Just floating the idea to see what people think.

Many packages have some version of a "string reference" class that is a 
non-owning (and non-allocating) reference to character data that auto-converts 
to char* or std::string when assigned.  C++14 is drafting it into its standard 
library.

I've been toying with the idea of doing an implementation of this in OIIO, and 
changing many of the utility and other functions that take strings -- which are 
currently a bit of a mish-mash of std::string, char*, and ustring -- to 
accepting a string_ref, then internally it can do what it wishes. For many uses 
that just need to look at the characters, this can eliminate many transitory 
std::string allocations and copies.  Since we can't count on C++14 (hah, we 
can't even count on C++11), I'd have to write my own (it's very simple) and so 
it could also be aware of ustring.

Does anybody have strong opinions?  Including:

1. Don't change anything ever, we hate string_ref.

2. A nice idea to use it when it's available from C++14, but wait until then.
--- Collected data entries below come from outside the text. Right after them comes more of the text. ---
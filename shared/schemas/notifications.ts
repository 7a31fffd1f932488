import { z } from 'zod';
import { alertSeverity } from '@shared/alerts/kinds';
import { quietHours } from '@shared/alerts/quiet-hours';
import { distinctList } from '@shared/lists/distinct';
import { timeZone } from '@shared/time/time-zones';

export const notificationChannels = ['push', 'email', 'in-app'] as const;
export const notificationChannel = z.enum(notificationChannels);
export type NotificationChannel = z.infer<typeof notificationChannel>;

// Room for each severity twice; repeats are dropped.
const severities = distinctList(alertSeverity, 2 * alertSeverity.options.length);

/** Which severities reach a person on each channel, and when to stay quiet (critical always passes). */
export const notificationPreferences = z.object({
  push: severities,
  email: severities,
  inApp: severities,
  quietHours: quietHours.nullable(),
  timeZone,
  /** Where news from the company reaches a person: a published visit report. */
  visitReports: distinctList(notificationChannel, 2 * notificationChannels.length).default([
    'in-app',
    'email',
    'push',
  ]),
  /** Where care tips the company sends for a person's tanks reach them. */
  careTips: distinctList(notificationChannel, 2 * notificationChannels.length).default(['in-app', 'email']),
  /**
   * Where a new message in a tank's conversation reaches a person: in the app, a push per message,
   * and one e-mail once a message has waited unread for 10 minutes.
   */
  messages: distinctList(notificationChannel, 2 * notificationChannels.length).default([
    'in-app',
    'email',
    'push',
  ]),
  /** Where each change of an urgent visit request reaches the owners who follow it. */
  urgentUpdates: distinctList(notificationChannel, 2 * notificationChannels.length).default([
    'in-app',
    'email',
    'push',
  ]),
});
export type NotificationPreferences = z.infer<typeof notificationPreferences>;

export const defaultNotificationPreferences: NotificationPreferences = {
  push: ['warning', 'critical'],
  email: ['critical'],
  inApp: ['notice', 'warning', 'critical'],
  quietHours: { start: '22:00', end: '07:00' },
  timeZone: 'UTC',
  visitReports: ['in-app', 'email', 'push'],
  careTips: ['in-app', 'email'],
  messages: ['in-app', 'email', 'push'],
  urgentUpdates: ['in-app', 'email', 'push'],
};

export const pushSubscriptionInput = z.object({
  endpoint: z.url().startsWith('https://', 'A push endpoint must use https.').max(2048),
  keys: z.object({
    p256dh: z.string().regex(/^[\w-]{80,100}$/, 'Not a P-256 public key.'),
    auth: z.string().regex(/^[\w-]{16,32}$/, 'Not a push auth secret.'),
  }),
});
export type PushSubscriptionInput = z.infer<typeof pushSubscriptionInput>;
3. Yes, do it and convert anyplace where it's appropriate. Making it 
ustring-aware is great, even if it means deviating from what C++14 will 
eventually offer as std::string_ref.

4. Do it, but only if it's exactly like what C++14 std::string_ref will end up 
being.

5. Something else.

If you don't care one way or the other, as long as it won't really affect what 
the source code looks like on the app side, you don't need to chime in, that's 
the default answer.

Similarly, there are a lot of places where we pass arrays as just a T*.  It 
sometimes bugs me how unsafe this is, there are always assumptions about how 
many T's it points to.  We could make an array_ref<T> template, which is just a 
bundling of the pointer and a length, and use that in many places instead of 
raw pointers. There's no allocation issue here, but forcing the callers to pass 
an explicit length (and have the called function given an explicit length) 
could be useful in improving code safety.

--
Larry Gritz
[email protected]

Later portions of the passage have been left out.